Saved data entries
★ ★ ★ ★

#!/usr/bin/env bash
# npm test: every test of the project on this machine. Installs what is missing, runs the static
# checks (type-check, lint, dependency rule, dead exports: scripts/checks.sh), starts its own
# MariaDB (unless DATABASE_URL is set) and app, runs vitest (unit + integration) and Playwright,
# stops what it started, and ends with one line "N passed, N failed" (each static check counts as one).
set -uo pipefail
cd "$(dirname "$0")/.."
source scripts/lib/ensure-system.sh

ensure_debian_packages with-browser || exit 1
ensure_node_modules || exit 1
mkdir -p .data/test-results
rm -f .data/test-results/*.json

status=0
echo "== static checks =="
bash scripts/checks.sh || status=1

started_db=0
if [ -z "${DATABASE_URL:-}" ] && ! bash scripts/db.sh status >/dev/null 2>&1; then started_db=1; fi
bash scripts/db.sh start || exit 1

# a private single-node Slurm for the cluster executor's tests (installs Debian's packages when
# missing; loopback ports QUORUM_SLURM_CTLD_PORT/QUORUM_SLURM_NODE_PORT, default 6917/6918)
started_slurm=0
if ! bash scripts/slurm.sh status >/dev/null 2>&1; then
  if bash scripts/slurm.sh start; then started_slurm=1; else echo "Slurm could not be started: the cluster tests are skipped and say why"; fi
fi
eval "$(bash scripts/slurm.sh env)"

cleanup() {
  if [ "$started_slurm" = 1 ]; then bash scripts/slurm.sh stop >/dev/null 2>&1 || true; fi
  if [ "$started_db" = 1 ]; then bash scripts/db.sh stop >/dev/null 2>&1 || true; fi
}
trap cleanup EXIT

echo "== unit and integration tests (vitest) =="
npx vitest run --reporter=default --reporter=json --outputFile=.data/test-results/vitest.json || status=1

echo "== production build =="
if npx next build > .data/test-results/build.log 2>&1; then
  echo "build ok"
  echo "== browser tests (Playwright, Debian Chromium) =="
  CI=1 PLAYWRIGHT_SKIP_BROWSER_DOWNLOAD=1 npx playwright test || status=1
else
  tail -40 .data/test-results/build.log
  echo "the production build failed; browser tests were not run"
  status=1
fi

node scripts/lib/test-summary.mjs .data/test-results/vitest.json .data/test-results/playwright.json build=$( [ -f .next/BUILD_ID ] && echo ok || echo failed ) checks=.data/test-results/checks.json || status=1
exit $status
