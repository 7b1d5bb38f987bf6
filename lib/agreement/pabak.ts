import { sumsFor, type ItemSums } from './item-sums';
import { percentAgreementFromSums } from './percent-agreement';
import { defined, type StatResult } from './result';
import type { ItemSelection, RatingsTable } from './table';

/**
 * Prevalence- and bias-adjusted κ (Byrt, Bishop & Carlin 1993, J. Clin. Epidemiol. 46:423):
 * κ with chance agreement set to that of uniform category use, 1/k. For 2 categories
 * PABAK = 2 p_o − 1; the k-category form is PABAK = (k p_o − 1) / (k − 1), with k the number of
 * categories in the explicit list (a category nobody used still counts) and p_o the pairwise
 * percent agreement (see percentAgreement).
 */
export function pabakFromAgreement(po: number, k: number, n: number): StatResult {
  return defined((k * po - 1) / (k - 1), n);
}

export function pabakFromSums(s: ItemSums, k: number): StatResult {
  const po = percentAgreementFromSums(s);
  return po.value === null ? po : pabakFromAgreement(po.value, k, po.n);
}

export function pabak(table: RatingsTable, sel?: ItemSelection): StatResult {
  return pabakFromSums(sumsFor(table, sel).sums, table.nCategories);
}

★ ★ ★ ★

> Your objective
If a line above includes the string "status", pick it out.

> Exercise answer
status=0
bash scripts/checks.sh || status=1
if [ -z "${DATABASE_URL:-}" ] && ! bash scripts/db.sh status >/dev/null 2>&1; then started_db=1; fi
if ! bash scripts/slurm.sh status >/dev/null 2>&1; then
npx vitest run --reporter=default --reporter=json --outputFile=.data/test-results/vitest.json || status=1
  CI=1 PLAYWRIGHT_SKIP_BROWSER_DOWNLOAD=1 npx playwright test || status=1
  status=1
node scripts/lib/test-summary.mjs .data/test-results/vitest.json .data/test-results/playwright.json build=$( [ -f .next/BUILD_ID ] && echo ok || echo failed ) checks=.data/test-results/checks.json || status=1
exit $status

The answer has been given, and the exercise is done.